=== Action item ===
The data follows. Retype every entry exactly.

>>>>>

import fc from 'fast-check';

/** What a JSON text can say that a program may stumble over. */
const oddText = fc.oneof(
  fc.string({ unit: 'binary', maxLength: 40 }),
  fc.constantFrom(
    ...['', ' ', '\u0000', 'a\u0000b', '\ud800', 'a\udc00b', '\u202e', '\ufeff', 'ß'.repeat(300)],
    ...[
      '__proto__',
      'constructor',
      'toString',
      'x'.repeat(5000),
      '%00',
      '../..',
      "';--",
      '{{7*7}}',
    ],
    ...[
      '0',
      '-1',
      'NaN',
      'null',
      'true',
      '=1+1',
      '<svg onload=x>',
      '0190b5a4-0000-7000-8000-000000000001',
    ],
    ...['0000-01-01', '9999-12-31', '2026-02-29', '2027-02-29', '-271821-04-20', '+275760-09-13'],
    ...['0000-01-01T00:00:00Z', '0000-01-01T00:00:00+23:59', '9999-12-31T23:59:59-23:59'],
    ...['0001-01-01T00:00:00.000000001Z', '2026-12-01T24:00:00Z', '2026-12-01T09:00:00-06:00'],
  ),
);
const oddNumber = fc.oneof(
  fc.double({ noNaN: true }),
  fc.integer(),
  fc.constantFrom(
    0,
    -0,
    5e-324,
    1e-7,
    0.1 + 0.2,
    2 ** 31,
    2 ** 53,
    1e21,
    1e300,
    1.7976931348623157e308,
  ),
  fc.constantFrom(1, 12, 50, 120, 277, 480, 600, 15_000, 15_001, -1),
);
/** Own keys of these names, as only a JSON text can make them. */
const oddObject = fc.constantFrom<unknown>(
  JSON.parse('{"__proto__":{"qualified":true}}'),
  JSON.parse('{"constructor":{"prototype":{"x":1}},"":0}'),
  JSON.parse('{"toJSON":1,"then":1,"length":1e9}'),
  nested(200),
);

function nested(depth: number): unknown {
  let value: unknown = [];
  for (let level = 0; level < depth; level += 1) value = level % 2 === 0 ? { a: value } : [value];
  return value;
}

/** Any JSON value, and those that are asked for too seldom by chance. */
export const anyJson: fc.Arbitrary<unknown> = fc.oneof(
  { weight: 3, arbitrary: fc.jsonValue({ maxDepth: 4, stringUnit: 'binary' }) },
  { weight: 2, arbitrary: oddText },
  { weight: 2, arbitrary: oddNumber },
  { weight: 1, arbitrary: fc.boolean() },
  { weight: 1, arbitrary: oddObject },
);

type Step = string | number;

/** Every place in a JSON value, the value itself included. */
function placesOf(value: unknown, path: Step[] = []): Step[][] {
  if (typeof value !== 'object' || value === null) return [path];
  const keys: Step[] = Array.isArray(value) ? [...value.keys()] : Object.keys(value);
  const inner = keys.flatMap((key) =>
    placesOf((value as Record<Step, unknown>)[key], [...path, key]),
  );
  return [path, ...inner];
}

function textsIn(value: unknown): string[] {
  if (typeof value === 'string') return [value];
  if (typeof value !== 'object' || value === null) return [];
  return Object.values(value).flatMap(textsIn);
}

interface Edit {
  /** Which place, counted round and round. */
  at: number;
  kind: 'replace' | 'same kind' | 'remove' | 'repeat' | 'wrap' | 'add';
  value: unknown;
  text: string;
  number: number;
  pick: number;
}

/** A value of the same JSON type, so that what follows is likely to be accepted. */
function ofSameKind(old: unknown, { text, number, pick }: Edit, texts: string[]): unknown {
  if (typeof old === 'boolean') return !old;
  if (typeof old === 'number') return pick % 3 === 0 ? number : Math.abs(number);
  if (typeof old === 'string') return pick % 2 === 0 ? text : texts[pick % texts.length];
  if (Array.isArray(old))
    return pick % 2 === 0 ? [] : [...(old as unknown[]), ...(old as unknown[])];
  return pick % 2 === 0 ? {} : old;
}

function edited(old: unknown, edit: Edit, texts: string[]): unknown {
  switch (edit.kind) {
    case 'same kind':
      return ofSameKind(old, edit, texts);
    case 'wrap':
      return edit.pick % 2 === 0 ? [old] : { '0': old };
    case 'repeat':
      return Array.isArray(old) ? Array.from({ length: 45 }, () => old[0] as unknown) : [old, old];
    case 'add':
      return typeof old === 'object' && old !== null && !Array.isArray(old)
        ? (JSON.parse(
            `{${JSON.stringify(edit.text)}:1,${JSON.stringify(old).slice(1, -1) || '"x":1'}}`,
          ) as unknown)
        : edit.value;
    default:
      return edit.value;
  }
}

function apply(root: unknown, edit: Edit, texts: string[]): unknown {
  const places = placesOf(root);
  const path = places[edit.at % places.length] ?? [];
  const last = path.at(-1);
  if (last === undefined) return structuredClone(edited(root, edit, texts));
  let parent = root as Record<Step, unknown>;
  for (const step of path.slice(0, -1)) parent = parent[step] as Record<Step, unknown>;
  if (edit.kind === 'remove') {
    if (Array.isArray(parent)) parent.splice(Number(last), 1);
    else delete parent[last];
    return root;
  }
  // A copy: the same value may be put in twice, and must not come to hold itself.
  const value = structuredClone(edited(parent[last], edit, texts));
  Object.defineProperty(parent, last, {
    value,
    writable: true,
    enumerable: true,
    configurable: true,
  });
  return root;
}

const edit: fc.Arbitrary<Edit> = fc.record({
  at: fc.nat(100_000),
  kind: fc.oneof(
    { weight: 5, arbitrary: fc.constant('same kind' as const) },
    { weight: 2, arbitrary: fc.constant('remove' as const) },
    { weight: 2, arbitrary: fc.constant('replace' as const) },
    { weight: 1, arbitrary: fc.constantFrom('repeat', 'wrap', 'add') },
  ),
  value: anyJson,
  text: oddText,
  number: oddNumber,
  pick: fc.nat(1000),
});

/** A sound value with one to four places spoiled. */
export function mutated(sound: unknown): fc.Arbitrary<unknown> {
  const texts = textsIn(sound);
  return fc
    .array(edit, { minLength: 1, maxLength: 4 })
    .map((edits) => edits.reduce((value, one) => apply(value, one, texts), structuredClone(sound)));
}

/** Texts that are no JSON, or more of it than anybody means. */
export const anyBodyText = fc.oneof(
  fc.string({ unit: 'binary', maxLength: 60 }),
  fc.json().map((text) => text.slice(0, Math.ceil(text.length / 2))),
  fc.constantFrom(
    '['.repeat(200_000),
    '{"a":'.repeat(50_000),
    '"\\ud800"',
    '1e999',
    '{"content":1e999}',
    '',
  ),
  fc.constantFrom(`{"content":${'['.repeat(100_000)}${']'.repeat(100_000)}}`),
);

<<<<<

=== Exercise answer ===
import fc from 'fast-check';

/** What a JSON text can say that a program may stumble over. */
const oddText = fc.oneof(
  fc.string({ unit: 'binary', maxLength: 40 }),
  fc.constantFrom(
    ...['', ' ', '\u0000', 'a\u0000b', '\ud800', 'a\udc00b', '\u202e', '\ufeff', 'ß'.repeat(300)],
    ...[
      '__proto__',
      'constructor',
      'toString',
      'x'.repeat(5000),
      '%00',
      '../..',
      "';--",
      '{{7*7}}',
    ],
    ...[
      '0',
      '-1',
      'NaN',
      'null',
      'true',
      '=1+1',
      '<svg onload=x>',
      '0190b5a4-0000-7000-8000-000000000001',
    ],
    ...['0000-01-01', '9999-12-31', '2026-02-29', '2027-02-29', '-271821-04-20', '+275760-09-13'],
    ...['0000-01-01T00:00:00Z', '0000-01-01T00:00:00+23:59', '9999-12-31T23:59:59-23:59'],
    ...['0001-01-01T00:00:00.000000001Z', '2026-12-01T24:00:00Z', '2026-12-01T09:00:00-06:00'],
  ),
);
const oddNumber = fc.oneof(
  fc.double({ noNaN: true }),
  fc.integer(),
  fc.constantFrom(
    0,
    -0,
    5e-324,
    1e-7,
    0.1 + 0.2,
    2 ** 31,
    2 ** 53,
    1e21,
    1e300,
    1.7976931348623157e308,
  ),
  fc.constantFrom(1, 12, 50, 120, 277, 480, 600, 15_000, 15_001, -1),
);
/** Own keys of these names, as only a JSON text can make them. */
const oddObject = fc.constantFrom<unknown>(
  JSON.parse('{"__proto__":{"qualified":true}}'),
  JSON.parse('{"constructor":{"prototype":{"x":1}},"":0}'),
  JSON.parse('{"toJSON":1,"then":1,"length":1e9}'),
  nested(200),
);

function nested(depth: number): unknown {
  let value: unknown = [];
  for (let level = 0; level < depth; level += 1) value = level % 2 === 0 ? { a: value } : [value];
  return value;
}

/** Any JSON value, and those that are asked for too seldom by chance. */
export const anyJson: fc.Arbitrary<unknown> = fc.oneof(
  { weight: 3, arbitrary: fc.jsonValue({ maxDepth: 4, stringUnit: 'binary' }) },
  { weight: 2, arbitrary: oddText },
  { weight: 2, arbitrary: oddNumber },
  { weight: 1, arbitrary: fc.boolean() },
  { weight: 1, arbitrary: oddObject },
);

type Step = string | number;

/** Every place in a JSON value, the value itself included. */
function placesOf(value: unknown, path: Step[] = []): Step[][] {
  if (typeof value !== 'object' || value === null) return [path];
  const keys: Step[] = Array.isArray(value) ? [...value.keys()] : Object.keys(value);
  const inner = keys.flatMap((key) =>
    placesOf((value as Record<Step, unknown>)[key], [...path, key]),
  );
  return [path, ...inner];
}

function textsIn(value: unknown): string[] {
  if (typeof value === 'string') return [value];
  if (typeof value !== 'object' || value === null) return [];
  return Object.values(value).flatMap(textsIn);
}

interface Edit {
  /** Which place, counted round and round. */
  at: number;
  kind: 'replace' | 'same kind' | 'remove' | 'repeat' | 'wrap' | 'add';
  value: unknown;
  text: string;
  number: number;
  pick: number;
}

/** A value of the same JSON type, so that what follows is likely to be accepted. */
function ofSameKind(old: unknown, { text, number, pick }: Edit, texts: string[]): unknown {
  if (typeof old === 'boolean') return !old;
  if (typeof old === 'number') return pick % 3 === 0 ? number : Math.abs(number);
  if (typeof old === 'string') return pick % 2 === 0 ? text : texts[pick % texts.length];
  if (Array.isArray(old))
    return pick % 2 === 0 ? [] : [...(old as unknown[]), ...(old as unknown[])];
  return pick % 2 === 0 ? {} : old;
}

function edited(old: unknown, edit: Edit, texts: string[]): unknown {
  switch (edit.kind) {
    case 'same kind':
      return ofSameKind(old, edit, texts);
    case 'wrap':
      return edit.pick % 2 === 0 ? [old] : { '0': old };
    case 'repeat':
      return Array.isArray(old) ? Array.from({ length: 45 }, () => old[0] as unknown) : [old, old];
    case 'add':
      return typeof old === 'object' && old !== null && !Array.isArray(old)
        ? (JSON.parse(
            `{${JSON.stringify(edit.text)}:1,${JSON.stringify(old).slice(1, -1) || '"x":1'}}`,
          ) as unknown)
        : edit.value;
    default:
      return edit.value;
  }
}

function apply(root: unknown, edit: Edit, texts: string[]): unknown {
  const places = placesOf(root);
  const path = places[edit.at % places.length] ?? [];
  const last = path.at(-1);
  if (last === undefined) return structuredClone(edited(root, edit, texts));
  let parent = root as Record<Step, unknown>;
  for (const step of path.slice(0, -1)) parent = parent[step] as Record<Step, unknown>;
  if (edit.kind === 'remove') {
    if (Array.isArray(parent)) parent.splice(Number(last), 1);
    else delete parent[last];
    return root;
  }
  // A copy: the same value may be put in twice, and must not come to hold itself.
  const value = structuredClone(edited(parent[last], edit, texts));
  Object.defineProperty(parent, last, {
    value,
    writable: true,
    enumerable: true,
    configurable: true,
  });
  return root;
}

const edit: fc.Arbitrary<Edit> = fc.record({
  at: fc.nat(100_000),
  kind: fc.oneof(
    { weight: 5, arbitrary: fc.constant('same kind' as const) },
    { weight: 2, arbitrary: fc.constant('remove' as const) },
    { weight: 2, arbitrary: fc.constant('replace' as const) },
    { weight: 1, arbitrary: fc.constantFrom('repeat', 'wrap', 'add') },
  ),
  value: anyJson,
  text: oddText,
  number: oddNumber,
  pick: fc.nat(1000),
});

/** A sound value with one to four places spoiled. */
export function mutated(sound: unknown): fc.Arbitrary<unknown> {
  const texts = textsIn(sound);
  return fc
    .array(edit, { minLength: 1, maxLength: 4 })
    .map((edits) => edits.reduce((value, one) => apply(value, one, texts), structuredClone(sound)));
}

/** Texts that are no JSON, or more of it than anybody means. */
export const anyBodyText = fc.oneof(
  fc.string({ unit: 'binary', maxLength: 60 }),
  fc.json().map((text) => text.slice(0, Math.ceil(text.length / 2))),
  fc.constantFrom(
    '['.repeat(200_000),
    '{"a":'.repeat(50_000),
    '"\\ud800"',
    '1e999',
    '{"content":1e999}',
    '',
  ),
  fc.constantFrom(`{"content":${'['.repeat(100_000)}${']'.repeat(100_000)}}`),
);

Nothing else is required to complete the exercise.